START DATA PROVIDED
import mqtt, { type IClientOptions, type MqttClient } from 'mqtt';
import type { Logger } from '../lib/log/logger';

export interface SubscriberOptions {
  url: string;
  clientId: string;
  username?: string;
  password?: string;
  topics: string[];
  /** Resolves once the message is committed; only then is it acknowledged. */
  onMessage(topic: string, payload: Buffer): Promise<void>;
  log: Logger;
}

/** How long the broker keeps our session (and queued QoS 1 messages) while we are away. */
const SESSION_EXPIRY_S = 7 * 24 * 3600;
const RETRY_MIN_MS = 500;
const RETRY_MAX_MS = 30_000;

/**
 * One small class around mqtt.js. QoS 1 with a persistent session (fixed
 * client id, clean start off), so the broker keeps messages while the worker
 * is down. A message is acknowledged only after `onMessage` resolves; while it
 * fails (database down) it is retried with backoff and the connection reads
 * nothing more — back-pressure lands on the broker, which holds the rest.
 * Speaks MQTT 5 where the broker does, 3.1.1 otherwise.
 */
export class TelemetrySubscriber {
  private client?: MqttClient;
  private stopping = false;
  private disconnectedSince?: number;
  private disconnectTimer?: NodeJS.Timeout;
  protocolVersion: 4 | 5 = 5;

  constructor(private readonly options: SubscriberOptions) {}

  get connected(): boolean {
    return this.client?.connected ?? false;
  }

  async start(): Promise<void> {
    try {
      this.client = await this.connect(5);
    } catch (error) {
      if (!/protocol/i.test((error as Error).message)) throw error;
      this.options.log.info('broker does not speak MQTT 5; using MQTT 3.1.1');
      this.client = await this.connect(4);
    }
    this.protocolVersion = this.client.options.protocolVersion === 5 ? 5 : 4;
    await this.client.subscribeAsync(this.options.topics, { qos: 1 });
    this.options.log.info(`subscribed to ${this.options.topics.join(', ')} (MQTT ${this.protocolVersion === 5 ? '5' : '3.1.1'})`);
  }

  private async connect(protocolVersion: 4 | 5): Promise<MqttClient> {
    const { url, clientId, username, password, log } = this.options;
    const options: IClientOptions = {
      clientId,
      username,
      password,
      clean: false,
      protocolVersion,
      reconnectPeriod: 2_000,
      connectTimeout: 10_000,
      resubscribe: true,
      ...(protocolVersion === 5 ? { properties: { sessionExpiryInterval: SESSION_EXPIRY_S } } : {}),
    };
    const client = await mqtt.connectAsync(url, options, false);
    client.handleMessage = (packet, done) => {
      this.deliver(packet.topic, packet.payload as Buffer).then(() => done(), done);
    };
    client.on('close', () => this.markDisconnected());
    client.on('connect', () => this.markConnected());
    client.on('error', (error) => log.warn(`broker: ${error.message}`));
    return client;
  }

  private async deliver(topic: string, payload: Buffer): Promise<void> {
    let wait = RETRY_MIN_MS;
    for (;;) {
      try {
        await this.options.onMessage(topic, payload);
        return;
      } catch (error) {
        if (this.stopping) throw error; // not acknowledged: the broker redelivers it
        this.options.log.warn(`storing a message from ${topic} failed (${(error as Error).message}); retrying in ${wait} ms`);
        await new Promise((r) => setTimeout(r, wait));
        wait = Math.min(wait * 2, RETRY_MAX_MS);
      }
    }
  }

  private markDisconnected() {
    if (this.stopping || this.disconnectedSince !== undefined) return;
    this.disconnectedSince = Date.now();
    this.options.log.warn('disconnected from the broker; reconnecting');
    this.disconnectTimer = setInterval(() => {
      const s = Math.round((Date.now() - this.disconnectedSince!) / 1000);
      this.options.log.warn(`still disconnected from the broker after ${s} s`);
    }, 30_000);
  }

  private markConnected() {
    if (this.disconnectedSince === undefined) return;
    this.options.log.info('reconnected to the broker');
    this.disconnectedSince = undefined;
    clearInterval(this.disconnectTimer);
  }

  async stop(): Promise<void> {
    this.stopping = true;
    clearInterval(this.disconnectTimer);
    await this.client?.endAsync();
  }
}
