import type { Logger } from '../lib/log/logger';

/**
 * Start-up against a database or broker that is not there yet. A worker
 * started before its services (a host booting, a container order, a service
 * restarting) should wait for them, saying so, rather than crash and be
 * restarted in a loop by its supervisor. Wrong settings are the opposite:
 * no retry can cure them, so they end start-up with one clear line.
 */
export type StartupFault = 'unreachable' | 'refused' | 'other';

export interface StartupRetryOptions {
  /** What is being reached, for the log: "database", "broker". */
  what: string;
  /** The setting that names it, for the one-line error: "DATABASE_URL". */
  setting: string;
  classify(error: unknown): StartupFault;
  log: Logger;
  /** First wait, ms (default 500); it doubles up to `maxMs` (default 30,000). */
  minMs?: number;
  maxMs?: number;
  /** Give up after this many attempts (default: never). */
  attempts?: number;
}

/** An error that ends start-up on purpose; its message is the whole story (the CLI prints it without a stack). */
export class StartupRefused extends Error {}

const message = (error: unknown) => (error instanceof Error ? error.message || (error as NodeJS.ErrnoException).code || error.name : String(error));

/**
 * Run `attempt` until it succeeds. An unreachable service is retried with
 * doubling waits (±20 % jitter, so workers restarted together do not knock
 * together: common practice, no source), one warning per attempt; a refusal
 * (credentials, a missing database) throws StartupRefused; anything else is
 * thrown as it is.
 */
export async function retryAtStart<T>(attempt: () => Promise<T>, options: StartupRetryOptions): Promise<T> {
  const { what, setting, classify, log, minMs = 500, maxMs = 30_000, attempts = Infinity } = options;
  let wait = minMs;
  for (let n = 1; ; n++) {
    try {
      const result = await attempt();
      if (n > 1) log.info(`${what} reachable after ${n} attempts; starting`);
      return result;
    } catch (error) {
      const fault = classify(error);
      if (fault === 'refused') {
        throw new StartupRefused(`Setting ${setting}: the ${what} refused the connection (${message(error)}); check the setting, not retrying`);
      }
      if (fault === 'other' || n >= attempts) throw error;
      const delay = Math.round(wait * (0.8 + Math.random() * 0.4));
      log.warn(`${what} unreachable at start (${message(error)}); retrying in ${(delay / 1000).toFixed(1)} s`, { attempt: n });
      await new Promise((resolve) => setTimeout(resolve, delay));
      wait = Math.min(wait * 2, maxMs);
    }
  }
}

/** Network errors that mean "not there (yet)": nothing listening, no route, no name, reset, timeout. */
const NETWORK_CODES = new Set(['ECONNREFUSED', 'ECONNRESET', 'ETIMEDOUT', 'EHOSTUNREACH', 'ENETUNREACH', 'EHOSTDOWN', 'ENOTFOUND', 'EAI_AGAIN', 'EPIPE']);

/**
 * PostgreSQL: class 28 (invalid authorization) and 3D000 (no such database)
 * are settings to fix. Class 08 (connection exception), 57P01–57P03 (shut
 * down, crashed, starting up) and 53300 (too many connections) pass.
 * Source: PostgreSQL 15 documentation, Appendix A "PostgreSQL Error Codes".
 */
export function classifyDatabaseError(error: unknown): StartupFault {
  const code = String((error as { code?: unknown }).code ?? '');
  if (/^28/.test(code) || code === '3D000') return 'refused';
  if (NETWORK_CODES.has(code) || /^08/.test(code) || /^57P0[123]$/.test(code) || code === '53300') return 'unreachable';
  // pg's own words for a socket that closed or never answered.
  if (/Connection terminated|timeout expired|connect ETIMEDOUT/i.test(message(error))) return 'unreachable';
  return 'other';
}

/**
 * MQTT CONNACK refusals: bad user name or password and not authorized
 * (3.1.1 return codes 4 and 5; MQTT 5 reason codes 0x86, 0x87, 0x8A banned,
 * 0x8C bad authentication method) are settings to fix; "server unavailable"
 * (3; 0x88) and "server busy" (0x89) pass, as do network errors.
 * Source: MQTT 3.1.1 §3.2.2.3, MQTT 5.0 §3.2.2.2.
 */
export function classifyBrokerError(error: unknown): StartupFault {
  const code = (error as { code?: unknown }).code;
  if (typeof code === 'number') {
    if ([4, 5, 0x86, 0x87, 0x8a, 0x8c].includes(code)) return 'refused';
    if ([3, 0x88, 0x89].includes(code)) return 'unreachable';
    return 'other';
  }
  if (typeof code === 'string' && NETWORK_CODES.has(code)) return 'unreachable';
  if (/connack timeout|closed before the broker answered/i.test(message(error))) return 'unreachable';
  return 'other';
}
END DATA PROVIDED
START DATA PROVIDED
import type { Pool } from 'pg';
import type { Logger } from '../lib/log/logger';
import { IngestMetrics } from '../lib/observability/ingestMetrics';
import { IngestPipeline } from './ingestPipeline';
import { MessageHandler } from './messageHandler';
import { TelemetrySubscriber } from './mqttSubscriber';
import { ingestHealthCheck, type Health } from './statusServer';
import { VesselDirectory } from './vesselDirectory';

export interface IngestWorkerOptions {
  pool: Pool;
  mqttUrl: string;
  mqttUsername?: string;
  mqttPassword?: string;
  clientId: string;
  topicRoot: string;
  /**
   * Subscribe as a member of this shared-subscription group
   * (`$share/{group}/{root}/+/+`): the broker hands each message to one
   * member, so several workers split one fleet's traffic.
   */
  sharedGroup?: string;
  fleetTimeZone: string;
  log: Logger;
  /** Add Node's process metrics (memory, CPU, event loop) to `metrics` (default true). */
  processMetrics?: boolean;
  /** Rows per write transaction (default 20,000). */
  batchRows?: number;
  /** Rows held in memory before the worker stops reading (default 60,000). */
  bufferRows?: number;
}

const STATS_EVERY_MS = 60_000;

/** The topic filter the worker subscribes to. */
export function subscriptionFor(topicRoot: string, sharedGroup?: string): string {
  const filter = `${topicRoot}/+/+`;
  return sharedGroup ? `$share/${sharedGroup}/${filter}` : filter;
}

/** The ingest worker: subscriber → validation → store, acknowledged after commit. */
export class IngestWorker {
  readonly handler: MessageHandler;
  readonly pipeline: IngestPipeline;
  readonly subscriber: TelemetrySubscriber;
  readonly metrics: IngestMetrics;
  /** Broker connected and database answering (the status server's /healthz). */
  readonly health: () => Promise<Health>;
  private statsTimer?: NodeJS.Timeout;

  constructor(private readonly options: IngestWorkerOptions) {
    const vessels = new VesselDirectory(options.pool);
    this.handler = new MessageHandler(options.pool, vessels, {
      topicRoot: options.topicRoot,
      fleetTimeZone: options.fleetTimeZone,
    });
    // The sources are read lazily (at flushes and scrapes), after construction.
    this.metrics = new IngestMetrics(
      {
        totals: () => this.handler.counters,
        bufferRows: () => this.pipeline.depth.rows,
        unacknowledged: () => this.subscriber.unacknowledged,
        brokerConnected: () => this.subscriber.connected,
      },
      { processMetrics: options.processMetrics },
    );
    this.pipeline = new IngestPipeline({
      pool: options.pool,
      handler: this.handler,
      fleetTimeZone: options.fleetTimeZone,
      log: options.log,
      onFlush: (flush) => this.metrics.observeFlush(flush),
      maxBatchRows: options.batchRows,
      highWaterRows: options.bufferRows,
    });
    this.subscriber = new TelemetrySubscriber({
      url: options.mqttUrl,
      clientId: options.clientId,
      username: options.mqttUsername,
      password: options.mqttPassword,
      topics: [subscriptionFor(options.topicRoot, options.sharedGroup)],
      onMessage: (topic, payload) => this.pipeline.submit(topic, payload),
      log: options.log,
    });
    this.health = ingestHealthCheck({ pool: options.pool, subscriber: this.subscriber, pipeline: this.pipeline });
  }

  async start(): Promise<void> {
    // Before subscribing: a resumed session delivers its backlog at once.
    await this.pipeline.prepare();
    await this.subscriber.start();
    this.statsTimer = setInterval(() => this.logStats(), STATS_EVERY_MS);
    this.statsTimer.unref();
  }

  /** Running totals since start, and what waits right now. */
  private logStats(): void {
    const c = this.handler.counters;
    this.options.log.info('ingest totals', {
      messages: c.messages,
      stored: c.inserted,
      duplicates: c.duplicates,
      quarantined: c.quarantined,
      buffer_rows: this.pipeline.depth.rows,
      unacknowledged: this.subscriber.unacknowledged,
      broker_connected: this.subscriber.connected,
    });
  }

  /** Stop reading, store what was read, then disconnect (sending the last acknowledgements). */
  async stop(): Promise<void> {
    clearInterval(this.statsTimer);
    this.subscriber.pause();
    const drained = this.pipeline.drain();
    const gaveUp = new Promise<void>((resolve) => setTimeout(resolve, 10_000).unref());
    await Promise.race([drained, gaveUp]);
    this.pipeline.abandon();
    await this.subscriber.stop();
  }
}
END DATA PROVIDED
Once you have counted every line above that contains the string "batchRows", give that number and nothing more.

RESULT: 2